▶ **Exercise instructions**:
In how many lines of these records does the word "size" appear? Give the number by itself.

▶ **Data supplied**:
"""Cell-function bridge and headless recalculation for layerwise."""
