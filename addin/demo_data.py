"""Invented demo data for the example workbooks and the ``layerwise demo`` command.

Nothing here describes a real company, portfolio, place or event. The data are
drawn from fixed seeds so every build of the examples is identical.
"""
from __future__ import annotations

import numpy as np
import pandas as pd

__all__ = ["storm_year_event_table", "casualty_assumptions", "DEMO_CURRENCY"]

DEMO_CURRENCY = "USD"


def storm_year_event_table(n_years: int = 10_000, seed: int = 20261201) -> pd.DataFrame:
    """A made-up windstorm catalogue: columns ``year`` (1..n_years) and ``loss`` per event.

    About 1.8 events a year (Poisson), losses a mixture of frequent moderate
    storms (lognormal) and rare severe ones (Pareto tail), in currency units.
    """
    rng = np.random.default_rng(seed)
    counts = rng.poisson(1.8, n_years)
    years = np.repeat(np.arange(1, n_years + 1), counts)
    n = years.size
    severe = rng.random(n) < 0.08
    moderate = rng.lognormal(mean=np.log(4e6), sigma=1.1, size=n)
    tail = 25e6 * (rng.pareto(1.6, size=n) + 1.0)
    loss = np.where(severe, tail, moderate)
    return pd.DataFrame({"year": years, "loss": np.round(loss, -3)})


def casualty_assumptions() -> dict:
    """Made-up casualty excess assumptions: claim count and ground-up severity per claim."""
    return {
        "frequency": ("negative_binomial", 12.0, 0.45),  # mean claims a year, count CV
        "severity": ("lognormal", 350_000.0, 3.0),  # mean and CV of a ground-up claim
    }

▶ **Task answer**:
3